-------- Data to examine
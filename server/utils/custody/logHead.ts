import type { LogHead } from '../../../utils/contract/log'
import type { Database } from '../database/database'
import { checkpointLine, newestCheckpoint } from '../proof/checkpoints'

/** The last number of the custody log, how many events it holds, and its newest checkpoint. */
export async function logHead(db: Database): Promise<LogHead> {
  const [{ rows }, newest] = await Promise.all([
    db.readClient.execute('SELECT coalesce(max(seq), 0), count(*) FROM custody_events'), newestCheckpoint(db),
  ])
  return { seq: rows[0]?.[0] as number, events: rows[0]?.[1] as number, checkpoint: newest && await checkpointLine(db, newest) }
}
----------------
-------- Data to examine
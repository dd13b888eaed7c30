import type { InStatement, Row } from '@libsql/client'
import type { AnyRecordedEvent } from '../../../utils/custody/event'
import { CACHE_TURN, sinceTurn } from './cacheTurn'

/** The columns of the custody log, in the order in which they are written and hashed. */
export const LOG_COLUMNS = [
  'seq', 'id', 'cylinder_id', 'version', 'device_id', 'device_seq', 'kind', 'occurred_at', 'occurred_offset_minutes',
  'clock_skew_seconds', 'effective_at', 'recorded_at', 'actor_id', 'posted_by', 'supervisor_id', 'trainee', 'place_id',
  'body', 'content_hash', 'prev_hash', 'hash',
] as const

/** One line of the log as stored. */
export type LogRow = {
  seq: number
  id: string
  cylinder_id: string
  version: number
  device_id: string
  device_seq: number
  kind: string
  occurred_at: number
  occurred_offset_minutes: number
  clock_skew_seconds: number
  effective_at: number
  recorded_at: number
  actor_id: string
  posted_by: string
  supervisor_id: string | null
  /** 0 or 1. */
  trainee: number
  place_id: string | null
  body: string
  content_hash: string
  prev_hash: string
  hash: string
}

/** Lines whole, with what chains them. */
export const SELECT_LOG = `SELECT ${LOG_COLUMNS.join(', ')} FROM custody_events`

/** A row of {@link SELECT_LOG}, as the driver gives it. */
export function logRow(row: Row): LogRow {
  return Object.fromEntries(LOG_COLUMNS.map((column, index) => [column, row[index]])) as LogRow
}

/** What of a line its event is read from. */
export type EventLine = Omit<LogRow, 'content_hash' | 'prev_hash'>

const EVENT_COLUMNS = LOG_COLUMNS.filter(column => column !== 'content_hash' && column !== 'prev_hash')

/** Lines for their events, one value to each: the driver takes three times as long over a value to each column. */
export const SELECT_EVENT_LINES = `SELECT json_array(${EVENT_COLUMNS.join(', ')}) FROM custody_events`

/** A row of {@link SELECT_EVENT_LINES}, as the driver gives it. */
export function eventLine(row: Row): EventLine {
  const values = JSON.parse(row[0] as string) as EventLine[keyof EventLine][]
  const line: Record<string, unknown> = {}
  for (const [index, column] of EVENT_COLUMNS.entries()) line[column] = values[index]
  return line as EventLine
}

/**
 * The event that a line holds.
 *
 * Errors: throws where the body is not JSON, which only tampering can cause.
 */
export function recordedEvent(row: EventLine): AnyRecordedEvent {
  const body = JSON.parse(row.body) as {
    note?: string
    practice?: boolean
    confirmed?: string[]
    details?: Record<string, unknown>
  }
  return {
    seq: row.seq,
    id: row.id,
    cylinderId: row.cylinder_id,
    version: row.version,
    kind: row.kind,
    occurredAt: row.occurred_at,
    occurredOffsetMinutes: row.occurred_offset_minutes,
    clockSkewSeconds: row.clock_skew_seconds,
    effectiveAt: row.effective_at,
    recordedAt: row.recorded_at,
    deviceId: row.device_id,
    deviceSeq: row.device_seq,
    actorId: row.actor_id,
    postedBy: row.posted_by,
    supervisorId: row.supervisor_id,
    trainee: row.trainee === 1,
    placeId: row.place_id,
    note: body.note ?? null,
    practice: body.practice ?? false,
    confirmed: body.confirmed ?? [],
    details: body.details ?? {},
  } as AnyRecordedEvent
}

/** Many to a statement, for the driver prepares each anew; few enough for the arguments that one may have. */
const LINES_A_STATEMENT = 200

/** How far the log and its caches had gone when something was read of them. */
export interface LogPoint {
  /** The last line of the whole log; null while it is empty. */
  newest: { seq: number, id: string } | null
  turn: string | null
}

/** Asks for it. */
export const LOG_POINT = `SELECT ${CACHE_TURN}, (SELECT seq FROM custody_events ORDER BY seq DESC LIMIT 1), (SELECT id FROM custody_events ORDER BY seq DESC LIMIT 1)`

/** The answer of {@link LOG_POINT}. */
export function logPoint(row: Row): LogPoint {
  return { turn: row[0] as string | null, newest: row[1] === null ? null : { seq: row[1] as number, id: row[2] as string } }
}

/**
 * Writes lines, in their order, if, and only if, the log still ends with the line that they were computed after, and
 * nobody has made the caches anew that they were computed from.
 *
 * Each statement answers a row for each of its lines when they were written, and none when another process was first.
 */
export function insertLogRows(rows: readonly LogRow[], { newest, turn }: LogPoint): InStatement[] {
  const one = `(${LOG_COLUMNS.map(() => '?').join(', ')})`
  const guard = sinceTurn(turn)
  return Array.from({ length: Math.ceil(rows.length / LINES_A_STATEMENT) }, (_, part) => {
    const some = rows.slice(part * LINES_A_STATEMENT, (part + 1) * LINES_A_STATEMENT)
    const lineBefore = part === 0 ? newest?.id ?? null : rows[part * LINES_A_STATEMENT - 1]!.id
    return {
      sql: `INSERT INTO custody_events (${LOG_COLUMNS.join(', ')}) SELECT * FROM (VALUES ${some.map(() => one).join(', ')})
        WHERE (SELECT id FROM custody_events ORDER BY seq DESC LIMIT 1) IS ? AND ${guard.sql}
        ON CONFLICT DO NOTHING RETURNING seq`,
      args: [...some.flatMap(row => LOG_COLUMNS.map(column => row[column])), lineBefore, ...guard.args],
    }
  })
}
----------------
Your reply is to repeat, unchanged, the lines above running from the one with "confirmed: body.confirmed ??" up to and including the one with "export function logPoint(row: Row): LogPoint".

    confirmed: body.confirmed ?? [],
    details: body.details ?? {},
  } as AnyRecordedEvent
}

/** Many to a statement, for the driver prepares each anew; few enough for the arguments that one may have. */
const LINES_A_STATEMENT = 200

/** How far the log and its caches had gone when something was read of them. */
export interface LogPoint {
  /** The last line of the whole log; null while it is empty. */
  newest: { seq: number, id: string } | null
  turn: string | null
}

/** Asks for it. */
export const LOG_POINT = `SELECT ${CACHE_TURN}, (SELECT seq FROM custody_events ORDER BY seq DESC LIMIT 1), (SELECT id FROM custody_events ORDER BY seq DESC LIMIT 1)`

/** The answer of {@link LOG_POINT}. */
export function logPoint(row: Row): LogPoint {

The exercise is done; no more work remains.